Purpose: To investigate the possible association between glutathione S-transferase GSTM1, GSTM3, GSTT1, and GSTP1 polymorphism and the occurrence of age-related cataracts in Estonian patients.
Methods: Patients with cortical (155), nuclear (77), posterior subcapsular (120), mixed type (151) of senile cataract and control individuals (202) were phenotyped for GSTM1 and GSTT1 by enzyme-linked immunosorbent assay and genotyped for GSTM3 and GSTP1 by polymerase chain reaction.

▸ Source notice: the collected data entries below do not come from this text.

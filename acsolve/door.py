"""What users import: circuits and the questions that are put to them.

Nothing heavy is imported here: each method loads what it needs.
"""

from __future__ import annotations

import os
from collections.abc import Iterable, Mapping, Sequence
from dataclasses import dataclass, field, replace
from fractions import Fraction
from typing import TYPE_CHECKING, Any, Literal, get_args

from acsolve.circuit.expression import names
from acsolve.circuit.netlist import (
    Band,
    Level,
    Netlist,
    Pair,
    QuantityName,
    Question,
    with_absent,
    with_values,
    with_variant,
)
from acsolve.circuit.value import Value
from acsolve.errors import AnalysisError, CircuitError, Diagnostic, EquationError
from acsolve.given import (
    band_of,
    dimension_of,
    edges_of,
    exact,
    frequencies_of,
    level_of,
    names_of,
    number_of,
    pair_of,
    reference_of,
    refuse,
    share_of,
    texts_of,
    value_for,
    values_of,
)

if TYPE_CHECKING:
    import numpy as np
    from numpy.typing import ArrayLike, NDArray

    from acsolve.analyses.approximate import Approximation
    from acsolve.analyses.check import CheckAnswer
    from acsolve.analyses.closed_form import ClosedForm
    from acsolve.analyses.cutoff import CutoffAnswer
    from acsolve.analyses.equations import Equations
    from acsolve.analyses.equivalent import DriveName, Equivalent
    from acsolve.analyses.grid import HertzBand
    from acsolve.analyses.nested import NestedForm
    from acsolve.analyses.pole_record import PoleAnswer
    from acsolve.analyses.proof import Verification
    from acsolve.analyses.question import Ask
    from acsolve.analyses.steady import SteadySine
    from acsolve.analyses.step import StepAnswer
    from acsolve.analyses.sweep import Sweep
    from acsolve.analyses.transfer import TransferAnswer
    from acsolve.analyses.value_for import ValueAnswer
    from acsolve.over import Member
    from acsolve.ports.data import PortData
    from acsolve.report.drawing.drawing import Drawing
    from acsolve.two_port import ResistanceLike, TwoPort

Results: The frequency of the GSTM1-positive phenotype was significantly higher in the cortical cataract group (60.6%) than in the controls (45.0%) with odds ratio of 1.88 (95% CI, 1.23-2.94; P = 0.004). The cortical cataract risk associated with the GSTM1-positive phenotype was increased in carriers of the combined GSTM1-positive/GSTT1-positive phenotype (OR = 1.99; 95% CI, 1.30-3.11; P = 0.002) and the GSTM1-positive/GSTM3 AA genotype (OR = 2.28; 95% CI, 1.51-3.73; P < 0.001). The highest risk of cortical cataract was observed in patients having all three susceptible genotypes (OR = 2.56; 95% CI, 1.59-4.11; P < 0.001). Also, a significant interaction between the presence of the GSTP1* A allele and cortical cataract was found with prevalence of the GSTP1* A allele among the cortical cataract cases compared with the controls. Ninety-five percent of subjects with cortical cataract had the GSTP1 (AA, AB, or AC) genotype, whereas in controls 87% of persons had a genotype with GSTP1*A allele (OR = 3.1; 95% CI, 1.31-7.35; P = 0.007). In contrast to the GSTP1*A allele, the presence of the GSTP1*B allele in one or two copies leads to decreased cortical cataract risk (OR = 0.09 for GSTP1 BB genotype). CONCLUSIONS. The GSTM1-positive phenotype as well as the presence of the GSTP1*A allele may be a genetic risk factor for development of cortical cataract.